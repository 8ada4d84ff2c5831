/* twinhorizon: linear stability of sonic horizon pairs in Bose-Einstein condensates
 * SPDX-License-Identifier: GPL-3.0-or-later
 *
 * A mode to the last digits, with its error bar. Private to modes and point. Depends on matching.
 */
#ifndef TH_MODES_POLISH_H
#define TH_MODES_POLISH_H

#include <complex.h>
#include "twinhorizon/flow.h"
#include "twinhorizon/matching.h"

/**
 * Polish a root on two grains of the matching function.
 *
 * @param[in]  scale      of rounding errors: th_polish_scale
 * @param[in]  from       start
 * @param[in]  reach      largest distance of the root from it
 * @param[out] root       on the fine grain
 * @param[out] error      twice the sum of the difference of the grains and Newton's last step, plus
 *                        rounding
 * @retval TH_ECONVERGE  no root within reach on one of them
 */
TH_MUST_USE th_status th_polish(const th_matching *usual, const th_matching *fine, double scale,
                                double complex from, double reach, double complex *root,
                                double *error);

/** Frequency to which rounding errors of roots are relative: the top of the band, or a quarter of
 * c^2 where that is larger. */
double th_polish_scale(const th_flow *flow, double omega_top);

#endif
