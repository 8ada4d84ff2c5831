/* twinhorizon: linear stability of sonic horizon pairs in Bose-Einstein condensates
 * SPDX-License-Identifier: GPL-3.0-or-later
 *
 * Norm, share of the pockets and node count of a mode. In: an eigenvector on a mesh. Out:
 * th_mode_shape. Calls field, mesh, operator, flow.
 * Symbols: eta, phi density and phase fluctuation; energy 1/2 n (|phi'|^2 + c^2 |eta|^2 +
 *   |eta'|^2/4) per length; norm 2 n Im(eta phi*) per length. Proof: tests/test_modes.c. */
#include "modes/shape.h"

#include <gsl/gsl_math.h>

#include "modes/field.h"

typedef struct {
    double energy, norm, size; /* size: 2 Int n |eta phi|, the largest |norm| possible */
} sums;

static void accumulate(sums *total, const th_field_sample *s, double n, double c, double weight)
{
    const double eta = cabs(s->eta), phi = cabs(s->phi);
    const double energy = cabs(s->phi_slope) * cabs(s->phi_slope) + c * c * eta * eta +
                          0.25 * cabs(s->eta_slope) * cabs(s->eta_slope);

    total->energy += 0.5 * weight * n * energy;
    total->norm += 2.0 * weight * n * cimag(s->eta * conj(s->phi));
    total->size += 2.0 * weight * n * eta * phi;
}

/* Integrals over [from, to] within one inside element. */
static void add_part(const th_field *f, int e, double from, double to, sums *total)
{
    const th_gll *rule = &f->mesh->rule;

    for (int q = 0; q <= rule->order; q++) {
        const double x = from + 0.5 * (to - from) * (rule->node[q] + 1.0);
        const th_field_sample s = th_field_inside(f, e, x);
        th_flow_point point;

        th_flow_eval(f->flow, f->mesh->element[e].piece, x, &point);
        accumulate(total, &s, point.n, point.c, 0.5 * (to - from) * rule->weight[q]);
    }
}

static void add_stretch(const th_field *f, double from, double to, sums *total)
{
    for (int e = f->mesh->first_inside; e <= f->mesh->last_inside; e++) {
        const th_element *el = &f->mesh->element[e];
        const double low = fmax(from, el->left), high = fmin(to, el->left + el->length);

        if (high > low)
            add_part(f, e, low, high, total);
    }
}

/* The mode beyond an open end, side -1 or +1, over a length. */
static th_status add_outside(const th_field *f, int side, double edge, double length, sums *total,
                             th_error *err)
{
    const th_gll *rule = &f->mesh->rule;
    th_field_tail tail;
    th_flow_point point;
    int parts;
    th_status st;

    th_flow_eval(f->flow, side < 0 ? -1 : th_flow_pieces(f->flow), edge, &point);
    if (length <= 0.0 || point.v >= point.c) /* behind a supersonic end there is no pocket's tail */
        return TH_OK;
    st = th_field_tail_find(f, side, &tail, err);
    if (st != TH_OK || !tail.known) /* leave an unknown tail out */
        return st;
    parts = 1 + (int)(fmin(fmax(cabs(tail.k[0]), cabs(tail.k[1])) * length / 8.0, 1e4));
    for (int i = 0; i < parts; i++)
        for (int q = 0; q <= rule->order; q++) {
            const double away = length / parts * (i + 0.5 * (rule->node[q] + 1.0));
            const th_field_sample t = th_field_outside(&tail, away);

            accumulate(total, &t, point.n, point.c, 0.5 * length / parts * rule->weight[q]);
        }
    return TH_OK;
}

/* Zeros of Re(eta e^{-i alpha}) on [from, to], alpha the phase that makes Int eta^2 real. */
static int count_nodes(const th_field *f, double from, double to)
{
    const int per_element = 4 * f->mesh->rule.order; /* the field has fewer than order zeros */
    double complex square = 0.0, phase;
    int zeros = 0, last = 0;

    for (int pass = 0; pass < 2; pass++) {
        phase = pass == 1 && cabs(square) > 0.0 ? csqrt(conj(square) / cabs(square)) : 1.0;
        for (int e = f->mesh->first_inside; e <= f->mesh->last_inside; e++) {
            const th_element *el = &f->mesh->element[e];

            for (int q = 0; q < per_element; q++) {
                const double x = el->left + el->length * (q + 0.5) / per_element;
                double complex eta;
                int sign;

                if (x < from || x > to)
                    continue;
                eta = th_field_inside(f, e, x).eta;
                if (pass == 0) {
                    square += eta * eta * el->length;
                    continue;
                }
                sign = creal(eta * phase) > 0.0 ? 1 : -1;
                zeros += last != 0 && sign != last;
                last = sign;
            }
        }
    }
    return zeros;
}

/* A pocket that wraps through the seam of a ring is two stretches. */
static int stretches(const th_flow *flow, const th_pocket *pocket, double from[2], double to[2])
{
    const double half = 0.5 * th_flow_ends(flow).circumference;

    from[0] = pocket->left;
    to[0] = pocket->right;
    if (th_flow_ends(flow).kind != TH_ENDS_RING || pocket->right <= half)
        return 1;
    to[0] = half;
    from[1] = -half;
    to[1] = pocket->right - 2.0 * half;
    return 2;
}

th_status th_mode_shape_find(const th_flow *flow, const th_mesh *mesh, const th_operator *op,
                             double complex omega, const double complex *vector, th_mode_shape *out,
                             th_error *err)
{
    /* |norm| below this share of its largest possible value counts as zero; refined vectors are
     * good to far better than this (tests/test_modes.c prints growing modes' norms). */
    const double no_norm = 1e-6;
    th_status st = TH_EBUG;
    th_field f;
    sums all = {0}, inside = {0};
    const th_pocket *pocket;
    const double *edge;
    double left, right, from[2], to[2]; /* left, right: window of integration */
    int pockets, edges;

    *out = (th_mode_shape){0};
    st = th_field_create(flow, mesh, op, omega, vector, &f, err);
    if (st != TH_OK)
        goto done;
    pocket = th_flow_pockets(flow, &pockets);
    edge = th_flow_edges(flow, &edges);
    left = edge[0];
    right = edge[edges - 1];
    if (mesh->ends == TH_ENDS_OPEN && pockets > 0) {
        const double extent = pocket[pockets - 1].right - pocket[0].left;

        left = pocket[0].left - extent;
        right = pocket[pockets - 1].right + extent;
        st = add_outside(&f, -1, edge[0], edge[0] - left, &all, err);
        if (st == TH_OK)
            st = add_outside(&f, +1, edge[edges - 1], right - edge[edges - 1], &all, err);
        if (st != TH_OK)
            goto done;
    }
    add_stretch(&f, left, right, &all);
    for (int i = 0; i < pockets; i++) {
        const int parts = stretches(flow, &pocket[i], from, to);

        for (int s = 0; s < parts; s++) {
            add_stretch(&f, from[s], to[s], &inside);
            out->nodes += count_nodes(&f, from[s], to[s]);
        }
    }
    if (all.energy > 0.0)
        out->pocket_share = fmin(1.0, inside.energy / all.energy);
    if (fabs(all.norm) > no_norm * all.size)
        out->norm = all.norm > 0.0 ? 1 : -1;
done:
    th_field_clear(&f);
    return st;
}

» **Task item**
Now copy each line of the entries that mentions "tail".

» **Solution to the exercise**
    th_field_tail tail;
    if (length <= 0.0 || point.v >= point.c) /* behind a supersonic end there is no pocket's tail */
    st = th_field_tail_find(f, side, &tail, err);
    if (st != TH_OK || !tail.known) /* leave an unknown tail out */
    parts = 1 + (int)(fmin(fmax(cabs(tail.k[0]), cabs(tail.k[1])) * length / 8.0, 1e4));
            const th_field_sample t = th_field_outside(&tail, away);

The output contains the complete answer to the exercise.